Working with Codex
Patterns
- RPI - research, plan, implement
- Start with gpt in planning mode and ask it to read code related to a task
- Gpt will generate a plan based on what it thinks the changes should be
- Iterate on the plan with gpt
- Only then have it start writing code
- Agent harness
- Ask gpt to do something
- Let gpt do what it will
- Review the work
- For any aspect that does match how you think the logic should be organized or work, write that back to the agents.md file so gpt has a good chance of not doing that again
- Note: It has been observed that a gpt working in a healthy code base will try to emulate the patterns it finds!
- Test first
- Verification of results is hugely important in this new age where gpt is writing our code for us
- Ask gpt to write a test to make sure something works
- As it writes new code, it must run the tests to make sure they still work
- Subagents
- When output degrades because of too much context, consider running multiple agents looking at particuler aspects (eg explorer, tester, reviewer, security reviewer, etc)

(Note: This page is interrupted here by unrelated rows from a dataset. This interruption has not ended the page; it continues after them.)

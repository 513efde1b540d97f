import type { ChildProcess } from 'node:child_process'
import { mkdirSync, writeFileSync } from 'node:fs'
import { cpus, loadavg } from 'node:os'
import path from 'node:path'

export interface BenchResult {
  name: string
  goals: Record<string, unknown>
  met: boolean
  [measure: string]: unknown
}

/** Writes bench-results/<name>.json and returns its path. */
export function writeBenchResult(name: string, result: object): string {
  const dir = path.resolve('bench-results')
  mkdirSync(dir, { recursive: true })
  const file = path.join(dir, `${name}.json`)
  writeFileSync(file, JSON.stringify({ ...result, at: new Date().toISOString() }, null, 2) + '\n')
  return file
}

export const writeResult = (result: BenchResult) => writeBenchResult(result.name, result)

const round2 = (n: number) => Math.round(n * 100) / 100

/** What the machine was doing: its cores, and the 1-minute load average before the bench and now. */
export const machine = (loadBefore: number) => ({ cores: cpus().length, loadAverage1m: { before: round2(loadBefore), after: round2(loadavg()[0]!) } })

/** Ends a server a bench started, unless it has already ended (by a signal it has no exit code, only a signal code). */
export async function stopServer(child: ChildProcess | undefined) {
  if (!child || child.exitCode !== null || child.signalCode !== null) return
  const gone = new Promise((r) => child.once('exit', r))
  child.kill('SIGTERM')
  await gone
}
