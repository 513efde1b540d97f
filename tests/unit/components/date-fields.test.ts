import { readdirSync, readFileSync } from 'node:fs'
import { join, relative } from 'node:path'
import dayjs from 'dayjs'
import customParseFormat from 'dayjs/plugin/customParseFormat.js'
import { describe, expect, it } from 'vitest'
import 'dayjs/locale/es.js'
import { pickerFormat, yardFormat, zoneAbbreviation } from '../../../src/composables/yard-time'

dayjs.extend(customParseFormat)

// Issue 16 item 8: four date looks across the screens (Element Plus's default "2026-12-01", the cash
// drawer's own, the browser's date input as its language has it, the date-time picker's). Every day is
// typed through BaseYardDate and every date and time through BaseYardDateTime, which take their look
// from the one formatter; this test fails on a field that brings its own.
const SRC = join(import.meta.dirname, '../../../src')
const THE_TWO = ['components/base/BaseYardDate.vue', 'components/base/BaseYardDateTime.vue']

function vueFiles(dir: string): string[] {
  return readdirSync(dir, { withFileTypes: true }).flatMap((e) => (e.isDirectory() ? vueFiles(join(dir, e.name)) : e.name.endsWith('.vue') ? [join(dir, e.name)] : []))
}
const sources = vueFiles(SRC)
  .map((file) => ({ file: relative(SRC, file), text: readFileSync(file, 'utf8') }))
  .filter((s) => !THE_TWO.includes(s.file))

/** What in a template makes a date or time field of its own look. */
const OWN_LOOKS: [string, RegExp][] = [
  ['an Element Plus date or time picker', /<el-(date|time)-picker\b|<ElDatePicker\b|<el-time-select\b/],
  ["the browser's own date or time input", /<(input|el-input)\b[^>]*\btype="(date|datetime-local|month|week|time)"/],
  ['a picker format of its own', /\s:?(value-)?format="/],
]

describe('one look for dates and one for dates with times', () => {
  it('the source check sees a field of its own look (planted)', () => {
    const planted = ['<el-date-picker v-model="d" />', '<el-input v-model="d" size="large" type="date" name="d" />', '<BaseYardDate v-model="d" format="YYYY/MM/DD" />']
    for (const [i, text] of planted.entries()) expect(OWN_LOOKS[i]![1].test(text)).toBe(true)
    expect(OWN_LOOKS.some(([, look]) => look.test('<BaseYardDate v-model="month" type="month" />'))).toBe(false)
  })

  it.each(OWN_LOOKS)('no screen has %s', (_, look) => {
    const offenders = sources.filter((s) => look.test(s.text)).map((s) => s.file)
    expect(offenders).toEqual([])
  })

  it('the two fields are used: every day or time typed goes through them', () => {
    const users = sources.filter((s) => /<BaseYardDate(Time)?\b/.test(s.text))
    expect(users.length).toBeGreaterThanOrEqual(15)
  })
})

// A Tuesday evening at a Los Angeles yard: 14:05 PST on 1 Dec 2026 (UTC−8, US daylight time having ended on
// 1 Nov 2026), and 15:05 PDT on 1 Jul 2026 (UTC−7). The shown looks are CLDR's (Node 20's ICU) for en-GB and es-US.
const WINTER = '2026-12-01T22:05:00Z'
const SUMMER = '2026-07-01T22:05:00Z'

describe('the pickers type the looks the screens show', () => {
  it.each([
    ['en', 'date', 'D[ ]MMM[ ]YYYY'],
    ['es', 'date', 'D[ ]MMM[ ]YYYY'],
    ['en', 'dateTime', 'D[ ]MMM[ ]YYYY[, ]HH[:]mm'],
    ['es', 'dateTime', 'D[ ]MMM[ ]YYYY[, ]HH[:]mm'],
    ['en', 'month', 'MMMM[ ]YYYY'],
    ['es', 'month', 'MMMM[ de ]YYYY'],
  ] as const)('pickerFormat_%s_%s_isIntlsOrderOfTheParts', (locale, look, tokens) => {
    expect(pickerFormat(look, locale)).toBe(tokens)
  })

  it.each(['en', 'es'] as const)('pickerFormat_%s_writesWhatTheScreensShowAndReadsItBack', (locale) => {
    // The picker is handed the yard's wall clock (14:05 on 1 Dec at the yard) as a browser-local reading.
    const wall = dayjs('2026-12-01T14:05:00').locale(locale)
    const shown = yardFormat('America/Los_Angeles', locale)
    expect(wall.format(pickerFormat('date', locale))).toBe(shown.date(WINTER))
    // The screens add the zone; the field names it beside itself.
    expect(`${wall.format(pickerFormat('dateTime', locale))} PST`).toBe(shown.dateTime(WINTER))
    for (const look of ['date', 'dateTime', 'month'] as const) {
      const typed = wall.format(pickerFormat(look, locale))
      const read = dayjs(typed, pickerFormat(look, locale), locale)
      expect(read.isValid()).toBe(true)
      expect(read.format(look === 'dateTime' ? 'YYYY-MM-DD HH:mm' : look === 'date' ? 'YYYY-MM-DD' : 'YYYY-MM')).toBe(
        look === 'dateTime' ? '2026-12-01 14:05' : look === 'date' ? '2026-12-01' : '2026-12',
      )
    }
  })
})

describe("times carry the yard's zone", () => {
  it.each(['en', 'es'] as const)('yardFormat_%s_labelsEachTimeWithTheZoneAsItStoodThen', (locale) => {
    const yard = yardFormat('America/Los_Angeles', locale)
    expect(yard.dateTime(WINTER)).toMatch(/14:05 PST$/)
    expect(yard.dateTime(SUMMER)).toMatch(/15:05 PDT$/)
    expect(yard.time(SUMMER)).toBe('15:05 PDT')
    // A day alone has no clock to label.
    expect(yard.date(WINTER)).not.toMatch(/P[SD]T/)
  })

  it('zoneAbbreviation_otherUsZones_areTheirUsNames', () => {
    // Eastern, Central, Mountain without daylight time (Arizona), Hawaii, Alaska: the US names in winter.
    expect(['America/New_York', 'America/Chicago', 'America/Phoenix', 'Pacific/Honolulu', 'America/Anchorage'].map((z) => zoneAbbreviation(z, WINTER, 'es'))).toEqual(['EST', 'CST', 'MST', 'HST', 'AKST'])
  })
})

- There should be a supervisor agent delegating tasks to subagents and reviewing results
- Worth repeating that subagents are not always helpful - a single agent with a well fitting context window is super powerful and enough most of the time
- Skills
- Capturing tool use and process workflows in reusable skills is powerful
- First do something with an agent from start to finish
- Then say “turn this into a skill”
- The skill that make new skills
Helpful starter prompts
These days some of the best prompts are short and simple. I usually start in plan mode so the agent and I can talk about the goal before it starts work. I do like to see bigger tasks broken down into smaller ones.
- turn this into a skill
- write a test for …
- draw an architecture diagram for this project
- break this down into smaller tasks
- document how this project works
Scaffolding out a feature
- Sometimes starting with a few empty classes, methods, and documentation is a good strategy
- “Fill in the blanks” or “Draw the rest of the owl” are patterns ai is good at
Links
- Vibing a Non-Trivial Ghostty Feature: Mitchell Hashimoto vibe codes an update feature in ghostty
- The 7 Prompting Habits of Highly Effective Engineers:
Nice list here of ways to think about asking for help:
- “Draw the rest of the owl”
- Checklist
- Write Plan
- Write a checklist
- Do the checklist
- Delete the checklist
- Just tell it to try something (if it gets it wrong it’s fine)
- Throughput > latency (Start multiple tasks at once)
- Try giving a goal not detailed instructions and commands to validate work
- Git it to summarize a long article or documentation
- How to write a great agents.md: Lessons from over 2,500 repositories: Guidance on writing prompts for subagents. Are subagents still the way to go?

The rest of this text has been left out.